Activity
Check each line of the material, and show the ones that include the word "DISTINCT".

Material for the task

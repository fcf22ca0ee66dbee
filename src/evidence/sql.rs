//! The SQL of evidence, as named text, and the functions that speak it. Every statement names the organisation, but those
//! of the check, which looks at all files at once. `$3` of some is a JSON list of the pathways that somebody sees; null
//! for all.

use super::Naming;
use crate::app::who::Who;
use crate::store::{Connection, OrganisationId, StoreError};
use sqlx::FromRow;

type Answer<T> = Result<T, StoreError>;

const LAST_NUMBER: &str = "\
    SELECT number FROM evidence WHERE organisation_id = $1 AND number IS NOT NULL ORDER BY number DESC LIMIT 1";
const IS_THERE: &str = "SELECT EXISTS (SELECT 1 FROM evidence WHERE organisation_id = $1 AND public_id = $2)";
const ADD: &str = "\
    INSERT INTO evidence (organisation_id, public_id, number, file_name, media_type, size, hash, note, example, person, \
                          by_name, attached_at) \
    VALUES ($1, $2, $3, $4, $5, $6, $7, $8, $9, $10, $11, $12)";
const FIND: &str = "\
    SELECT e.id, e.public_id, e.file_name, e.media_type, e.size, e.hash, e.note, e.example, e.by_name, e.attached_at, \
           (SELECT COUNT(DISTINCT p.id) FROM evidence_use u JOIN revision r ON r.id = u.revision_id \
            JOIN pathway p ON p.id = r.pathway_id AND p.current_revision = r.number \
            WHERE u.evidence = e.public_id AND u.organisation_id = e.organisation_id \
              AND ($3 IS NULL OR p.public_id IN (SELECT value FROM json_each($3)))) AS pathways \
    FROM evidence e WHERE e.organisation_id = $1 AND e.public_id = $2 \
      AND ($3 IS NULL OR EXISTS (SELECT 1 FROM evidence_use u JOIN revision r ON r.id = u.revision_id \
           JOIN pathway p ON p.id = r.pathway_id WHERE u.evidence = e.public_id AND u.organisation_id = e.organisation_id \
             AND p.public_id IN (SELECT value FROM json_each($3))))";
const LIST: &str = "\
    SELECT e.id, e.public_id, e.file_name, e.media_type, e.size, e.hash, e.note, e.example, e.by_name, e.attached_at, \
           (SELECT COUNT(DISTINCT p.id) FROM evidence_use u JOIN revision r ON r.id = u.revision_id \
            JOIN pathway p ON p.id = r.pathway_id AND p.current_revision = r.number \
            WHERE u.evidence = e.public_id AND u.organisation_id = e.organisation_id \
              AND ($3 IS NULL OR p.public_id IN (SELECT value FROM json_each($3)))) AS pathways \
    FROM evidence e WHERE e.organisation_id = $1 AND e.id < $2 \
      AND ($3 IS NULL OR EXISTS (SELECT 1 FROM evidence_use u JOIN revision r ON r.id = u.revision_id \
           JOIN pathway p ON p.id = r.pathway_id WHERE u.evidence = e.public_id AND u.organisation_id = e.organisation_id \
             AND p.public_id IN (SELECT value FROM json_each($3)))) \
    ORDER BY e.id DESC LIMIT $4";
const AMONG: &str = "\
    SELECT e.id, e.public_id, e.file_name, e.media_type, e.size, e.hash, e.note, e.example, e.by_name, e.attached_at, \
           0 AS pathways \
    FROM evidence e WHERE e.organisation_id = $1 AND e.public_id IN (SELECT value FROM json_each($2))";
const MISSING: &str = "\
    SELECT DISTINCT json_each.value FROM json_each($2) \
    WHERE NOT EXISTS (SELECT 1 FROM evidence e WHERE e.organisation_id = $1 AND e.public_id = json_each.value)";
const USES: &str = "\
    SELECT p.public_id, p.name, p.archived_at, r.number, p.current_revision, u.pointer, u.stage_key, u.input_key, \
           s.name AS stage_name, i.label AS input_label \
    FROM evidence_use u JOIN revision r ON r.id = u.revision_id \
    JOIN pathway p ON p.id = r.pathway_id AND p.organisation_id = u.organisation_id \
    LEFT JOIN stage s ON s.revision_id = r.id AND s.key = u.stage_key \
    LEFT JOIN input i ON i.revision_id = r.id AND i.stage_key = u.stage_key AND i.key = u.input_key \
    WHERE u.organisation_id = $1 AND u.evidence = $2 \
      AND ($3 IS NULL OR p.public_id IN (SELECT value FROM json_each($3))) \
      AND NOT EXISTS (SELECT 1 FROM revision later JOIN evidence_use again ON again.revision_id = later.id \
           AND again.evidence = $2 AND again.organisation_id = $1 \
           WHERE later.pathway_id = r.pathway_id AND later.number > r.number) \
    ORDER BY p.name_folded, p.public_id, u.id LIMIT 1000";
const ALL_AFTER: &str = "\
    SELECT e.id, e.public_id, e.file_name, e.hash, e.attached_at, o.name AS organisation \
    FROM evidence e JOIN organisation o ON o.id = e.organisation_id \
    WHERE (e.hash, e.id) > ($1, $2) ORDER BY e.hash, e.id LIMIT 200";
const UNUSED_EXAMPLES: &str = "\
    SELECT DISTINCT hash FROM evidence e WHERE e.organisation_id = $1 AND e.example = 1 AND NOT EXISTS \
        (SELECT 1 FROM evidence_use u WHERE u.evidence = e.public_id AND u.organisation_id = e.organisation_id)";
const REMOVE_UNUSED_EXAMPLES: &str = "\
    DELETE FROM evidence WHERE organisation_id = $1 AND example = 1 AND NOT EXISTS \
        (SELECT 1 FROM evidence_use u WHERE u.evidence = evidence.public_id \
            AND u.organisation_id = evidence.organisation_id)";
const NAMED_BY_NONE: &str = "\
    SELECT DISTINCT json_each.value FROM json_each($1) \
    WHERE NOT EXISTS (SELECT 1 FROM evidence e WHERE e.hash = json_each.value)";

/// The statements of this file.
pub(super) const STATEMENTS: &[&str] = &[
    LAST_NUMBER,
    IS_THERE,
    ADD,
    FIND,
    LIST,
    AMONG,
    MISSING,
    USES,
    ALL_AFTER,
    UNUSED_EXAMPLES,
    REMOVE_UNUSED_EXAMPLES,
    NAMED_BY_NONE,
];

/// A record.
#[derive(FromRow)]
pub(super) struct EvidenceRow {
    pub(super) id: i64,
    pub(super) public_id: String,
    pub(super) file_name: String,
    pub(super) media_type: String,
    pub(super) size: i64,
    pub(super) hash: String,
    pub(super) note: Option<String>,
    pub(super) example: bool,
    pub(super) by_name: String,
    pub(super) attached_at: i64,
    pub(super) pathways: i64,
}

/// A place that names evidence.
#[derive(FromRow)]
pub(super) struct UseRow {
    pub(super) public_id: String,
    pub(super) name: String,
    pub(super) archived_at: Option<i64>,
    pub(super) number: i64,
    pub(super) current_revision: i64,
    pub(super) pointer: String,
    pub(super) stage_key: Option<String>,
    pub(super) input_key: Option<String>,
    pub(super) stage_name: Option<String>,
    pub(super) input_label: Option<String>,
}

/// A record as the check reads it.
#[derive(FromRow)]
pub(super) struct KeptRow {
    pub(super) id: i64,
    pub(super) public_id: String,
    pub(super) file_name: String,
    pub(super) hash: String,
    pub(super) attached_at: i64,
    pub(super) organisation: String,
}

/// What is written of a file.
pub(super) struct New<'a> {
    pub(super) naming: &'a Naming,
    pub(super) hash: &'a str,
    pub(super) size: i64,
    pub(super) example: bool,
}

/// The last number that was counted; 0 where none was.
pub(super) async fn last_number(c: &mut Connection, organisation: OrganisationId) -> Answer<i64> {
    let last: Option<i64> = sqlx::query_scalar(LAST_NUMBER)
        .bind(organisation.0)
        .fetch_optional(c)
        .await?;
    Ok(last.unwrap_or(0))
}

pub(super) async fn is_there(c: &mut Connection, organisation: OrganisationId, id: &str) -> Answer<bool> {
    Ok(sqlx::query_scalar(IS_THERE)
        .bind(organisation.0)
        .bind(id)
        .fetch_one(c)
        .await?)
}

pub(super) async fn add(
    c: &mut Connection,
    organisation: OrganisationId,
    (id, number): (&str, Option<i64>),
    new: New<'_>,
    who: &Who,
    now: i64,
) -> Answer<()> {
    sqlx::query(ADD)
        .bind(organisation.0)
        .bind(id)
        .bind(number)
        .bind(&new.naming.file_name)
        .bind(&new.naming.media_type)
        .bind(new.size)
        .bind(new.hash)
        .bind(&new.naming.note)
        .bind(new.example)
        .bind(who.person.map(|id| id.to_string()))
        .bind(&who.name)
        .bind(now)
        .execute(c)
        .await?;
    Ok(())
}

pub(super) async fn find(
    c: &mut Connection,
    organisation: OrganisationId,
    id: &str,
    seen: Option<&str>,
) -> Answer<Option<EvidenceRow>> {
    Ok(sqlx::query_as(FIND)
        .bind(organisation.0)
        .bind(id)
        .bind(seen)
        .fetch_optional(c)
        .await?)
}

pub(super) async fn list(
    c: &mut Connection,
    organisation: OrganisationId,
    before: i64,
    seen: Option<&str>,
    limit: i64,
) -> Answer<Vec<EvidenceRow>> {
    Ok(sqlx::query_as(LIST)
        .bind(organisation.0)
        .bind(before)
        .bind(seen)
        .bind(limit)
        .fetch_all(c)
        .await?)
}

pub(super) async fn among(
    c: &mut Connection,
    organisation: OrganisationId,
    ids: &str,
) -> Answer<Vec<EvidenceRow>> {
    Ok(sqlx::query_as(AMONG)
        .bind(organisation.0)
        .bind(ids)
        .fetch_all(c)
        .await?)
}

pub(super) async fn missing(
    c: &mut Connection,
    organisation: OrganisationId,
    ids: &str,
) -> Answer<Vec<String>> {
    Ok(sqlx::query_scalar(MISSING)
        .bind(organisation.0)
        .bind(ids)
        .fetch_all(c)
        .await?)
}

pub(super) async fn uses(
    c: &mut Connection,
    organisation: OrganisationId,
    id: &str,
    seen: Option<&str>,
) -> Answer<Vec<UseRow>> {
    Ok(sqlx::query_as(USES)
        .bind(organisation.0)
        .bind(id)
        .bind(seen)
        .fetch_all(c)
        .await?)
}

/// The next records of every organisation, by hash.
pub(super) async fn all_after(c: &mut Connection, hash: &str, id: i64) -> Answer<Vec<KeptRow>> {
    Ok(sqlx::query_as(ALL_AFTER).bind(hash).bind(id).fetch_all(c).await?)
}

/// Takes the demonstration's evidence out that no revision names any more; the hashes it had.
pub(super) async fn remove_unused_examples(
    c: &mut Connection,
    organisation: OrganisationId,
) -> Answer<Vec<String>> {
    let hashes = sqlx::query_scalar(UNUSED_EXAMPLES)
        .bind(organisation.0)
        .fetch_all(&mut *c)
        .await?;
    sqlx::query(REMOVE_UNUSED_EXAMPLES)
        .bind(organisation.0)
        .execute(c)
        .await?;
    Ok(hashes)
}

/// Those of a JSON list of hashes that no record names.
pub(super) async fn named_by_none(c: &mut Connection, hashes: &str) -> Answer<Vec<String>> {
    Ok(sqlx::query_scalar(NAMED_BY_NONE)
        .bind(hashes)
        .fetch_all(c)
        .await?)
}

Solved problem
           (SELECT COUNT(DISTINCT p.id) FROM evidence_use u JOIN revision r ON r.id = u.revision_id \
           (SELECT COUNT(DISTINCT p.id) FROM evidence_use u JOIN revision r ON r.id = u.revision_id \
    SELECT DISTINCT json_each.value FROM json_each($2) \
    SELECT DISTINCT hash FROM evidence e WHERE e.organisation_id = $1 AND e.example = 1 AND NOT EXISTS \
    SELECT DISTINCT json_each.value FROM json_each($1) \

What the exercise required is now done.